The Free Syrian Army, one of the main rebel forces in Syria, claims that Shateri wasn't killed, as reported, on the Damascus-Beirut highway near the border town of Zabadani, where the Guards and Hezbollah have a base and arms depot.

It said he was actually slain in a Jan. 30 airstrike near Zabadani, supposedly against a convoy moving Iranian-supplied missiles into Lebanon for Hezbollah.

Israel is widely blamed for the air raid, in which several Iranians were reported killed.

The Israelis have said nothing but it's long been suspected they've been conducting airstrikes as far afield as southern Sudan since 2008 to disrupt Iran's clandestine arms shipments to Hezbollah and Palestinian militants in the Gaza Strip.

Israel's intelligence service has also been involved. It was widely seen as responsible for the assassination of Imad Mugniyeh, Hezbollah's iconic military chief and a key figure in the Iranian arms operation, in Damascus Feb. 12, 2008.

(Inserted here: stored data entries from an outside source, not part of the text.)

"""Points from elsewhere: which axes, unit and side they have, concluded only where one reading fits.

A table's axes are found by what the names say: front pivots lie ahead of rear pivots, upper joints above lower ones, ball joints
outboard of their pivots, a corner is some hundred millimetres large, and the wheel centre is one radius above the road. Where more than
one reading is left, or the only one would mirror the car, nothing is guessed.
"""

from __future__ import annotations

from collections.abc import Mapping, Sequence
from dataclasses import dataclass
from typing import Literal

import numpy as np

from toewright.core.types import FloatArray
from toewright.model.axis_maps import ALL_AXIS_MAPS, AxisMap
from toewright.model.axle import AxleEnd, Corner, Kind, Side
from toewright.model.errors import InputError
from toewright.model.frames import MM_PER
from toewright.model.geometry_checks import LARGEST_SPREAD, SMALLEST_SPREAD
from toewright.model.import_names import match_names
from toewright.model.pointtable import PointTable, refuse_other_units

SMALLEST, LARGEST = 150.0, 2500.0
"""Extent of a corner (mm) where the unit is to be found: they differ by less than 25.4, so at most one unit fits."""

CLEAR = 1.5
"""Where the axes are to be found, the coordinate that a name speaks of must be this many times as large as the other two."""

ROAD_TOLERANCE = 0.2
"""The wheel centre's height may differ from the loaded radius by this share of it."""

UNDER_WHEEL: Literal["under-wheel"] = "under-wheel"
"""Origin by word: x = 0 at the wheel centre, z = 0 one loaded radius below it, y = 0 as in the table."""

Origin = FloatArray | Literal["under-wheel"] | None


@dataclass(frozen=True)
class Reading:
    """What was concluded of one corner's points.

    Attributes:
        corner: the points in ISO 8855 axes, mm.
        axes: the axis map.
        unit: "mm", "m" or "in".
        origin: (3,) the car's origin in the table's columns and unit.
        sources: our point name to the table's name and (3,) numbers.
        unused: names in the table that were not taken.
        axle: the axle that the names state; None where they state none.
        concluded: what was not given but found, in words.
    """

    corner: Corner
    axes: AxisMap
    unit: str
    origin: FloatArray
    sources: Mapping[str, tuple[str, FloatArray]]
    unused: tuple[str, ...]
    concluded: tuple[str, ...]
    axle: AxleEnd | None = None


@dataclass(frozen=True)
class _Known:
    """What was given; None is to be found."""

    kind: Kind
    sides: tuple[Side, ...] | None
    axes: AxisMap | None
    unit: str | None
    origin: Origin
    loaded_radius: float


@dataclass(frozen=True)
class _Candidate:
    """One possible reading; its sides belong to the groups of points in turn."""

    axes: AxisMap
    unit: str
    sides: tuple[Side, ...]

    @property
    def options(self) -> str:
        """Ready to be pasted."""
        side = f" --side {self.sides[0]}" if len(self.sides) == 1 else ""
        return f"--axes={self.axes.text} --unit {self.unit}{side}"


Points = Mapping[str, FloatArray]


def conclude(
    table: PointTable,
    file: str,
    *,
    loaded_radius: float,
    unit: str | None = None,
    axes: AxisMap | None = None,
    origin: Origin = None,
    side: Side | None = None,
    names: Mapping[str, str] | None = None,
    kind: str | None = None,
) -> tuple[Reading, ...]:
    """Read one corner, or both where the names state both sides; find what was not given, or refuse.

    Args:
        table: the rows.
        file: name for messages.
        loaded_radius: mm, to check the height of the wheel centre.
        unit, axes, side, kind: as given; None to be found.
        origin: (3,) the car's origin (road, centre plane) in the table's columns and unit, or "under-wheel"; None for zero.
        names: theirs to ours.

    Returns:
        One reading; two, left and right, where both are in the table and ``side`` is None.

    Raises:
        InputError: where no reading fits, more than one does, or the only one would mirror the car.
    """
    _check_unit_words(table, unit, file)
    matched = match_names(table.names, names or {}, kind, side, file)
    groups = [{name: table.values[row] for name, row in rows.items()} for rows in matched.rows.values()]
    stated = tuple(which for which in matched.rows if which is not None)
    known = _Known(matched.kind, stated or None, axes, unit or table.unit, origin, loaded_radius)
    survivors = _survivors(groups, known)
    if not survivors:
        raise InputError(_nothing_fits(file, groups, known))
    if len(survivors) > 1:
        shown = " | ".join(candidate.options for candidate in survivors[:6])
        more = f" | and {len(survivors) - 6} more" if len(survivors) > 6 else ""
        raise InputError(f"{file}: more than one reading fits; give the one that is true: {shown}{more}")
    found = survivors[0]
    if found.axes.mirrors and axes is None:
        raise InputError(_mirror_sentence(file, found))
    said = _conclusions(found, known, from_header=unit is None and table.unit is not None, side=side, kind=kind)
    readings = []
    for chosen, points, rows in zip(found.sides, groups, matched.rows.values(), strict=True):
        shift = _origin(points, found, known)
        corner = Corner(chosen, matched.kind, _car(points, found, shift))
        height = float(corner.points["wheel_centre"][2])
        if origin is None and abs(height - loaded_radius) > ROAD_TOLERANCE * loaded_radius:
            raise InputError(_road_sentence(file, height, found, known))
        readings.append(
            Reading(
                corner=corner,
                axes=found.axes,
                unit=found.unit,
                origin=shift,
                sources={name: (table.names[row], table.values[row]) for name, row in rows.items()},
                unused=tuple(table.names[row] for row in matched.unused),
                concluded=said,
                axle=matched.axle,
            )
        )
    return tuple(readings)


def _check_unit_words(table: PointTable, unit: str | None, file: str) -> None:
    refuse_other_units(table, file)
    if unit is not None and table.unit is not None and unit != table.unit:
        raise InputError(f"{file}: --unit {unit}: but the header says {table.unit}; correct one of them")
    if unit is None and table.unit is None and table.unit_words:
        raise InputError(
            f"{file}: the header says {table.unit_words[0]!r} where a unit would stand; give the true one: --unit mm, m or in"
        )


def _car(points: Points, candidate: _Candidate, origin: FloatArray) -> dict[str, FloatArray]:
    matrix = candidate.axes.matrix * MM_PER[candidate.unit]
    return {name: matrix @ (value - origin) + 0.0 for name, value in points.items()}


def _origin(points: Points, candidate: _Candidate, known: _Known) -> FloatArray:
    """(3,) the car's origin in the table's columns and unit."""
    if known.origin is None:
        return np.zeros(3)
    if not isinstance(known.origin, str):
        return np.asarray(known.origin, dtype=float)
    place = np.zeros(3)
    centre = points["wheel_centre"]
    (_, forward), _, (sign, up) = candidate.axes.parts
    place["xyz".index(forward)] = centre["xyz".index(forward)]
    place["xyz".index(up)] = centre["xyz".index(up)] - sign * known.loaded_radius / MM_PER[candidate.unit]
    return place


def _directions(points: Points, kind: Kind) -> tuple[FloatArray, FloatArray, FloatArray]:
    """Vectors (n, 3) in the table's columns that point forward, outboard and up by what the names say."""
    forward, outboard = [], []
    for arm in ("upper", "lower"):
        if f"{arm}_ball_joint" in points:
            front, rear = points[f"{arm}_pivot_front"], points[f"{arm}_pivot_rear"]
            forward.append(front - rear)
            outboard.append(points[f"{arm}_ball_joint"] - 0.5 * (front + rear))
    top = points["upper_ball_joint" if kind == "double-wishbone" else "strut_top_mount"]
    return np.array(forward), np.array(outboard), np.array([top - points["lower_ball_joint"]])


def _survivors(groups: Sequence[Points], known: _Known) -> list[_Candidate]:
    """Every reading for which all that the names say of all corners holds."""
    directions = [_directions(points, known.kind) for points in groups]
    sides: list[tuple[Side, ...]] = [known.sides] if known.sides is not None else [("left",), ("right",)]
    candidates = [
        _Candidate(axes, unit, which)
        for axes in ([known.axes] if known.axes is not None else ALL_AXIS_MAPS)
        for which in sides
        if all(
            _speaks_true(vectors, axes, side, clearly=known.axes is None) and _rod_outboard(points, axes, side)
            for vectors, points, side in zip(directions, groups, which, strict=True)
        )
        for unit in ([known.unit] if known.unit is not None else MM_PER)
    ]
    return [
        candidate
        for candidate in candidates
        if all(
            _right_place(points, candidate, side, known) for points, side in zip(groups, candidate.sides, strict=True)
        )
    ]


def _speaks_true(
    directions: tuple[FloatArray, FloatArray, FloatArray], axes: AxisMap, side: Side, *, clearly: bool
) -> bool:
    """Are forward, outboard and up what the names say, and clearly so where the axes are to be found?"""
    outward = 1.0 if side == "left" else -1.0
    for axis, (vectors, sense) in enumerate(zip(directions, (1.0, outward, 1.0), strict=True)):
        turned = vectors @ axes.matrix.T
        along = turned[:, axis] * sense
        if not np.all(along > 0.0):
            return False
        across = np.max(np.abs(np.delete(turned, axis, axis=1)), axis=1)
        if clearly and not np.all(along >= CLEAR * across):
            return False
    return True


def _rod_outboard(points: Points, axes: AxisMap, side: Side) -> bool:
    """Is the tie rod's outer joint outboard of its inner one? A rod may lie across, so it does not tell the axes."""
    rod = axes.matrix @ (points["tie_rod_outer"] - points["tie_rod_inner"])
    return bool(rod[1] > 0.0) if side == "left" else bool(rod[1] < 0.0)


def _right_place(points: Points, candidate: _Candidate, side: Side, known: _Known) -> bool:
    """Is the corner as large as one, on its side, and over the road where axes or unit are to be found?"""
    if known.unit is None and isinstance(known.origin, str):
        return False
    car = _car(points, candidate, _origin(points, candidate, known))
    spread = float(np.max(np.ptp(np.array(list(car.values())), axis=0)))
    low, high = (SMALLEST, LARGEST) if known.unit is None else (SMALLEST_SPREAD, LARGEST_SPREAD)
    if not low <= spread <= high:
        return False
    outward = 1.0 if side == "left" else -1.0
    if any(point[1] * outward <= 0.0 for name, point in car.items() if name != "tie_rod_inner"):
        return False
    if known.origin is None or (known.axes is not None and known.unit is not None):
        return True
    return abs(float(car["wheel_centre"][2]) - known.loaded_radius) <= ROAD_TOLERANCE * known.loaded_radius


def _conclusions(
    found: _Candidate, known: _Known, *, from_header: bool, side: str | None, kind: str | None
) -> tuple[str, ...]:
    """What was not given but found, in words."""
    said = []
    if known.axes is None:
        said.append(f"axes {found.axes.text} (from what the point names say)")
    if known.unit is None:
        said.append(f"unit {found.unit} (from the size of the corner and the wheel's radius)")
    elif from_header:
        said.append(f"unit {found.unit} (from the header)")
    if side is None:
        said.append(f"side {' and '.join(found.sides)} (from the {'names' if known.sides else 'axes'})")
    if kind is None:
        said.append(f"type {known.kind} (from the names)")
    return tuple(said)


def _mirror_sentence(file: str, found: _Candidate) -> str:
    if len(found.sides) > 1:
        which, remedy = "with the sides as named", "exchange left and right in the names if they are exchanged"
    else:
        other = "right" if found.sides[0] == "left" else "left"
        which, remedy = f"as the {found.sides[0]} corner", f"--side {other} if these are the {other} corner's points"
    return (
        f"{file}: read {which}, its axes would be left-handed, a mirror image: give --axes={found.axes.text} if the table's axes are "
        f"left-handed, or {remedy}, or correct the names if upper and lower or front and rear are exchanged"
    )


def _road_sentence(file: str, height: float, found: _Candidate, known: _Known) -> str:
    unit = f" (or --unit, if it is not {found.unit})" if known.unit is None else ""
    return (
        f"{file}: wheel_centre would be {height:.1f} mm above z = 0 but the loaded radius is {known.loaded_radius:.1f} mm, so z = 0 is "
        "not the road: give --origin X,Y,Z, the place of the road on the car's centre line in the table's own columns and unit, or "
        f"--origin {UNDER_WHEEL}{unit}"
    )


_ORDER = (
    "front pivots ahead of rear ones, upper above lower, ball joints outboard of their pivots, the tie rod's outer joint outboard of its "
    "inner one, all on their side"
)


def _nothing_fits(file: str, groups: Sequence[Points], known: _Known) -> str:
    given = [f"--axes={known.axes.text}"] if known.axes else []
    given += [f"--unit {known.unit}"] if known.unit else []
    given += [f"--side {known.sides[0]}"] if known.sides and len(known.sides) == 1 else []
    stated = f" with {' '.join(given)}" if given else ""
    if known.unit is None and isinstance(known.origin, str):
        return f"{file}: --origin {known.origin} leaves the unit open; give --unit mm, m or in"
    if known.axes is not None and known.unit is not None:
        candidate = _Candidate(known.axes, known.unit, ("left",))
        car = _car(groups[0], candidate, _origin(groups[0], candidate, known))
        spans = np.ptp(np.array(list(car.values())), axis=0)
        return (
            f"{file}:{stated} the corner spans {spans[0]:.4g} x {spans[1]:.4g} x {spans[2]:.4g} mm, and its points are not where their "
            f"names say ({_ORDER}); correct the option that is wrong, --origin, or the names"
        )
    return (
        f"{file}: no reading of axes and unit{stated} puts the points clearly where their names say ({_ORDER}, the wheel centre near its "
        "radius above the road); give --axes, --unit and --side, and check --origin and the names"
    )
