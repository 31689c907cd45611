"""Plain tables of points: columns point, x, y, z; mm, ISO 8855 axes. ``toewright import`` reads them, and tables of any other shape."""

from __future__ import annotations

import csv
import io
from pathlib import Path

from toewright.core.types import FloatArray
from toewright.model.axle import POINT_NAMES, Axle, Side
from toewright.model.errors import InputError
from toewright.model.files import read_text
from toewright.model.import_names import match_names
from toewright.model.pointtable import read_point_table, refuse_other_units

HEADER = ("point", "x", "y", "z")


def points_to_csv(axle: Axle, side: str = "both") -> str:
    """An axle's points as CSV text, full precision.

    Args:
        axle: the axle.
        side: "left" or "right" for the points of one corner; "both" for those of both, named ``left wheel_centre`` and so on.

    Raises:
        ValueError: if ``side`` is none of these.
    """
    stream = io.StringIO()
    writer = csv.writer(stream, lineterminator="\n")
    writer.writerow(HEADER)
    for which in ("left", "right") if side == "both" else (side,):
        corner = axle.corner(which)
        for name in POINT_NAMES[corner.kind]:
            label = f"{which} {name}" if side == "both" else name
            writer.writerow([label, *(repr(float(v)) for v in corner.points[name])])
    return stream.getvalue()


def points_from_csv(path: str | Path, side: Side | None = None) -> dict[tuple[str, str], FloatArray]:
    """Points of a table as ``points_to_csv`` writes it, ready for ``Axle.with_points`` and ``set_points``.

    Args:
        path: CSV file.
        side: the corner whose points these are; None where the names say it.

    Returns:
        {(side, point): (3,) mm}.

    Raises:
        InputError: if the file can't be read or is no table of one whole corner or two, in mm, whose sides are known.
    """
    place = Path(path)
    table = read_point_table(read_text(place), str(place))
    refuse_other_units(table, str(place))
    if table.unit not in (None, "mm"):
        raise InputError(f"{place}: the header says {table.unit} where mm are wanted; use `toewright import` for it")
    matched = match_names(table.names, {}, None, side, str(place))
    if matched.unused:
        raise InputError(
            f"{place}: {table.names[matched.unused[0]]!r} is none of the points of a {matched.kind} corner; correct or remove the row"
        )
    found: dict[tuple[str, str], FloatArray] = {}
    for which, rows in matched.rows.items():
        if which is None:
            raise InputError(
                f"{place}: does not say which side its points are on; give the side, or write it in the names"
            )
        found.update({(which, name): table.values[row].copy() for name, row in rows.items()})
    return found
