from __future__ import annotations

import math
from dataclasses import replace

import pytest
from corners import PLAIN, make_axle
from hypothesis import given
from hypothesis import strategies as st

from toewright.model.axle import Wheel
from toewright.model.errors import InputError
from toewright.views.toe import ToeScale, ToeUnit
from toewright_cli.toe import toe_scale, workshop_scale

AXLE = make_axle(PLAIN["double-wishbone"])
RIMMED = replace(AXLE, wheel=Wheel(228.0, rim_diameter=254.0))


@pytest.mark.parametrize(
    ("scale", "degrees", "text"),
    [
        (ToeScale(ToeUnit.DEG), (0.1234,), "0.123 deg toe-in per wheel"),
        (ToeScale(ToeUnit.DEG), (-0.1234,), "0.123 deg toe-out per wheel"),
        (ToeScale(ToeUnit.DEG), (0.0001,), "0.000 deg toe per wheel"),
        (ToeScale(ToeUnit.MIN), (0.25,), "15.0 min of arc toe-in per wheel"),
        (ToeScale(ToeUnit.MM, 254.0, rim=True), (-0.1,), "0.44 mm toe-out per wheel across the 254 mm rim"),
        (ToeScale(ToeUnit.MM, 600.0), (0.5,), "5.24 mm toe-in per wheel across 600 mm"),
        (
            ToeScale(ToeUnit.MM, 254.0, rim=True, total=True),
            (-0.1, -0.1),
            "0.89 mm toe-out total of both wheels across the 254 mm rim",
        ),
        (ToeScale(ToeUnit.DEG, total=True), (0.2, -0.3), "0.100 deg toe-out total of both wheels"),
        (ToeScale(ToeUnit.IN, 254.0, rim=True), (0.1,), "0.0175 inch toe-in per wheel across the 254 mm rim"),
    ],
)
def test_toe_in_full_has_unit_direction_wheel_and_diameter(
    scale: ToeScale, degrees: tuple[float, ...], text: str
) -> None:
    assert scale.text(*degrees) == text


def test_a_table_cell_says_in_or_out_and_columns_line_up() -> None:
    scale = ToeScale(ToeUnit.DEG)
    cells = [scale.cell(angle) for angle in (0.1, -0.1, 0.0, 1e-9)]
    assert cells == ["0.100 in ", "0.100 out", "0.000    ", "0.000    "]


def test_inches_are_not_confused_with_toe_in() -> None:
    assert ToeScale(ToeUnit.IN, 254.0).cell(0.1) == "0.0175 toe-in "


def test_no_pose_is_a_dash() -> None:
    assert ToeScale(ToeUnit.MM, 254.0).cell(math.nan) == "-"
    assert ToeScale(ToeUnit.DEG).text(math.nan) == "unknown"


@given(st.floats(-5, 5), st.floats(100, 900))
def test_a_length_is_the_difference_of_both_ends_of_the_diameter(degrees: float, diameter: float) -> None:
    """Front and rear end of a wheel's diameter turned by toe: the front one is nearer the centre plane by that much."""
    half = diameter / 2
    front = -half * math.sin(math.radians(degrees))
    rear = half * math.sin(math.radians(degrees))
    scale = ToeScale(ToeUnit.MM, diameter)
    assert scale.value(degrees) == pytest.approx(rear - front, abs=1e-12)
    assert ToeScale(ToeUnit.IN, diameter).value(degrees) == pytest.approx((rear - front) / 25.4, abs=1e-12)


@given(st.sampled_from(list(ToeUnit)), st.floats(-5, 5), st.floats(-5, 5))
def test_the_total_is_the_sum_of_the_wheels(unit: ToeUnit, left: float, right: float) -> None:
    scale = ToeScale(unit, 300.0, total=True)
    assert scale.value(left, right) == pytest.approx(scale.value(left) + scale.value(right), abs=1e-12)


def test_the_rim_is_the_default_diameter_and_is_named() -> None:
    assert toe_scale(RIMMED, ToeUnit.MM, None, False).words == "mm per wheel across the 254 mm rim"
    assert toe_scale(RIMMED, ToeUnit.MM, 500.0, True).words == "mm total of both wheels across 500 mm"
    assert toe_scale(AXLE, ToeUnit.DEG, None, False).words == "deg per wheel"


@pytest.mark.parametrize("unit", [ToeUnit.MM, ToeUnit.IN])
def test_a_length_without_a_diameter_is_refused(unit: ToeUnit) -> None:
    with pytest.raises(InputError, match=r"wheel\.rim_diameter is missing.*--toe-diameter"):
        toe_scale(AXLE, unit, None, False)


@pytest.mark.parametrize("diameter", [0.0, -3.0, math.nan, math.inf])
def test_a_diameter_must_be_a_length(diameter: float) -> None:
    with pytest.raises(InputError, match="--toe-diameter"):
        toe_scale(RIMMED, ToeUnit.DEG, diameter, False)


def test_the_workshop_measures_mm_where_a_diameter_is_known_and_minutes_elsewhere() -> None:
    assert workshop_scale(RIMMED, None, None, False).unit is ToeUnit.MM
    assert workshop_scale(AXLE, None, 330.0, False).words == "mm per wheel across 330 mm"
    assert workshop_scale(AXLE, None, None, False).unit is ToeUnit.MIN
    assert workshop_scale(RIMMED, ToeUnit.DEG, None, False).unit is ToeUnit.DEG
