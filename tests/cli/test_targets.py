"""``toewright check`` as a gate: targets in the file."""

from __future__ import annotations

import json
from pathlib import Path

import pytest
from command_line import Cli
from corners import HARDPOINTS

FRONT = HARDPOINTS / "marten_front.toml"


def with_targets(folder: Path, text: str) -> Path:
    (folder / "marten_rear.toml").write_text((HARDPOINTS / "marten_rear.toml").read_text())
    (folder / "car.toml").write_text(f"{FRONT.read_text()}\n[targets]\n{text}\n")
    return folder / "car.toml"


def test_a_missed_target_is_exit_1(cli: Cli, tmp_path: Path) -> None:
    file = with_targets(
        tmp_path, "bump_steer = {over_travel = [-25, 25], within = 0.05}\nscrub_radius = {between = [10, 30]}"
    )
    result = cli("check", file)
    assert result.code == 1
    assert "Targets of the file: 1 of 2 kept" in result.out
    assert (
        "- MISSED bump steer (toe-in +) over wheel travel -25 to +25 mm: within 0.05 deg either way; worst "
        in result.out
    )
    assert "- kept   scrub radius" in result.out
    found = json.loads(cli("check", file, "--json").out)
    assert [t["kept"] for t in found[0]["targets"]] == [False, True]


def test_kept_targets_are_exit_0(cli: Cli, tmp_path: Path) -> None:
    result = cli("check", with_targets(tmp_path, "ackermann_percent = {at_steer = 20, between = [-20, 80]}"))
    assert result.code == 0
    assert "1 of 1 kept" in result.out


def test_no_targets_no_words(cli: Cli) -> None:
    result = cli("check", FRONT)
    assert result.code == 0
    assert "Targets" not in result.out


@pytest.mark.parametrize(
    ("text", "words"),
    [
        ("bump_steer = {within = -1}", "must be above 0"),
        ("bumpsteer = {within = 1}", "did you mean 'bump_steer'"),
        ("camber = {within = 1, at_stear = 3}", "did you mean 'at_steer'"),
        ("camber = 3", "write limits such as"),
    ],
)
def test_bad_targets_are_exit_2(cli: Cli, tmp_path: Path, text: str, words: str) -> None:
    result = cli("check", with_targets(tmp_path, text))
    assert result.code == 2
    assert words in result.complaint
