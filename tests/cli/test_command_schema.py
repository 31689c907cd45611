from __future__ import annotations

import json
from pathlib import Path

from command_line import Cli

from toewright.model import json_schema


def test_on_stdout_and_in_a_file(cli: Cli, tmp_path: Path) -> None:
    shown = cli("schema")
    assert (shown.code, shown.err) == (0, "")
    assert json.loads(shown.out) == json_schema()
    path = tmp_path / "schema.json"
    written = cli("schema", "-o", path)
    assert (written.code, written.out) == (0, "")
    assert str(path) in written.err
    assert json.loads(path.read_text(encoding="utf-8")) == json_schema()
    again = cli("schema", "-o", path)
    assert again.code == 2
    assert "exists already" in again.complaint
    wrong = cli("schema", "-o", tmp_path / "schema.toml")
    assert wrong.code == 2
    assert "use .json" in wrong.complaint
    assert list(tmp_path.iterdir()) == [path]
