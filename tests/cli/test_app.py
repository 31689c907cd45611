from __future__ import annotations

import os
import signal
import subprocess
import sys
from pathlib import Path

import pytest
from command_line import Cli
from corners import HARDPOINTS

import toewright
from toewright_cli.commands import COMMANDS

FRONT = HARDPOINTS / "marten_front.toml"
HEAVY = ("numba", "scipy", "xarray", "pandas", "matplotlib", "pyvista", "trimesh", "tomlkit", "jinja2")


def test_version(cli: Cli) -> None:
    result = cli("--version")
    assert (result.code, result.out) == (0, f"toewright {toewright.__version__}\n")


@pytest.mark.parametrize("arguments", [[], ["--help"], ["-h"]])
def test_help_lists_every_command(cli: Cli, arguments: list[str]) -> None:
    result = cli(*arguments)
    assert result.code == 0
    for name in COMMANDS:
        assert f" {name} " in result.out


@pytest.mark.parametrize("name", COMMANDS)
def test_every_command_has_help_of_its_own(cli: Cli, name: str) -> None:
    result = cli(name, "--help")
    assert result.code == 0
    assert f"toewright {name}" in result.out
    assert result.err == ""


def test_help_imports_nothing_heavy() -> None:
    program = (
        "import sys; from toewright_cli.app import run; code = run(['--help']); "
        "print(code, *(m for m in sys.argv[1:] if m in sys.modules), file=sys.stderr)"
    )
    done = subprocess.run([sys.executable, "-c", program, *HEAVY], capture_output=True, text=True, check=True)
    assert done.stderr.split() == ["0"]


@pytest.mark.parametrize(
    ("arguments", "words"),
    [
        (["swep"], "'swep' is no command; did you mean 'sweep'?"),
        (["qqqqqq"], "there are new, import, check, sweep"),
        (["--bogus"], "no such option: --bogus"),
        (["sweep"], "sweep: missing argument 'FILE'; see `toewright sweep --help`"),
        (["sweep", FRONT, "again"], "unexpected extra argument"),
        (["sweep", FRONT, "--bogus"], "no such option: --bogus"),
        (["sweep", FRONT, "--travel"], "'--travel' requires an argument"),
        (["sweep", FRONT, "--toe-unit", "furlong"], "'furlong' is not one of 'deg', 'mm', 'in', 'min'"),
        (["sweep", FRONT, "--toe-diameter", "wide"], "'wide'"),
        (["sweep", FRONT, "--travel-at", "moon"], "'moon' is not one of 'wheel-centre', 'contact-point'"),
        (["check"], "missing argument 'FILE...'"),
    ],
)
def test_a_wrong_command_line_is_refused_in_one_sentence(cli: Cli, arguments: list[object], words: str) -> None:
    result = cli(*arguments)
    assert result.code == 2
    assert words in result.complaint


def test_the_library_refuses_and_the_command_line_says_so(cli: Cli, monkeypatch: pytest.MonkeyPatch) -> None:
    def full(*_: object, **__: object) -> None:
        raise OSError(28, "No space left on device", "some/where.csv")

    monkeypatch.setattr("toewright.kinematics.sweep.sweep", full)
    result = cli("sweep", FRONT)
    assert result.code == 2
    assert "some/where.csv: No space left on device" in result.complaint


def test_an_interrupt_ends_in_one_line_and_leaves_nothing(
    cli: Cli, monkeypatch: pytest.MonkeyPatch, tmp_path: Path
) -> None:
    def stop(*_: object, **__: object) -> None:
        raise KeyboardInterrupt

    monkeypatch.setattr("toewright_cli.show.maps.long_table", stop)
    result = cli("sweep", FRONT, "--out", tmp_path / "maps.csv")
    assert result.code == 130
    assert result.complaint == "toewright: stopped; nothing half-written is left behind"
    assert list(tmp_path.iterdir()) == []


def entry_point() -> list[str]:
    return [sys.executable, "-c", "from toewright_cli.app import main; main()"]


def test_the_whole_process_gives_results_on_stdout_only() -> None:
    done = subprocess.run([*entry_point(), "check", str(FRONT)], capture_output=True, text=True, check=False)
    assert done.returncode == 0
    assert "kingpin inclination" in done.stdout
    assert "Traceback" not in done.stderr


def test_no_colour_codes_when_piped_or_when_no_color_is_set() -> None:
    forced = {**os.environ, "FORCE_COLOR": "1", "NO_COLOR": "1", "TERM": "xterm-256color"}
    for environment in (dict(os.environ), forced):
        done = subprocess.run(
            [*entry_point(), "sweep", str(FRONT)], capture_output=True, text=True, check=True, env=environment
        )
        codes = [piece.split("m")[0] for piece in done.stdout.split("\x1b[")[1:]]
        assert not any(part.startswith(("3", "4", "9", "10")) for code in codes for part in code.split(";"))


@pytest.mark.skipif(not hasattr(signal, "SIGPIPE"), reason="no SIGPIPE on this system")
def test_a_reader_that_goes_away_ends_it_quietly() -> None:
    with subprocess.Popen(
        [*entry_point(), "sweep", str(FRONT), "--json"], stdout=subprocess.PIPE, stderr=subprocess.PIPE
    ) as process:
        assert process.stdout is not None
        assert process.stderr is not None
        process.stdout.close()
        assert b"Traceback" not in process.stderr.read()
        assert process.wait() == -signal.SIGPIPE


@pytest.mark.skipif(not Path("/dev/full").exists(), reason="no /dev/full on this system")
def test_a_full_disk_behind_stdout_is_one_sentence() -> None:
    with Path("/dev/full").open("w") as full:
        done = subprocess.run(
            [*entry_point(), "check", str(FRONT)], stdout=full, stderr=subprocess.PIPE, text=True, check=False
        )
    assert done.returncode == 2
    assert "No space left on device" in done.stderr
    assert "Traceback" not in done.stderr


def test_shell_completion_knows_commands_and_options() -> None:
    environment = {**os.environ, "_TOEWRIGHT_COMPLETE": "complete_bash", "COMP_CWORD": "2"}
    environment["COMP_WORDS"] = "toewright sweep --toe"
    done = subprocess.run(entry_point(), capture_output=True, text=True, check=False, env=environment)
    assert {"--toe-unit", "--toe-diameter", "--toe-total"} <= set(done.stdout.split())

Lebanese analyst Tony Badran observed that once the Iranian plan to arm Hezbollah and the Palestinians with weapons that eroded Israel's strategic power "became apparent to Israeli intelligence, it began targeting the Iranian network of strategic weapons transfers, assembly and distribution centers and the top people running the operation."

One of those was Mahmoud al-Mabhouh, a senior figure in Hamas, the Palestinian faction that rules Gaza, who headed its arms procurement. He was assassinated Jan. 19, 2010, in the Persian Gulf emirate of Dubai, apparently by a hit team from the Mossad, Israel's foreign intelligence service.

The Israeli team, 26 men and women in all, used a variety of passports, German, British and Australian. All made a clean getaway. Israel has never admitted responsibility for Mabhouh's death.

There's been considerable speculation the Australian who apparently hanged himself Dec. 15, 2010, in an Israeli prison cell where he'd been held in solitary confinement for two years on supposedly grave but unspecified security charges, may have been involved in the Mabhouh assassination.

The Australian, Ben Zygier, had worked for the Mossad for several years before he was arrested in February 2010 -- a month after the Mabhouh killing -- and locked away in a special wing of Ramle prison near Tel Aviv.

At that time, he was under investigation by Australia's intelligence service on suspicion of passport fraud. There are reports he was about to spill Israeli secrets to the Australians, or the news media.

The Israelis have said almost nothing about his death, which was reported by an Australian TV channel last week. It's still not clear how he could have hanged himself with his own belt in a cell under constant electronic surveillance.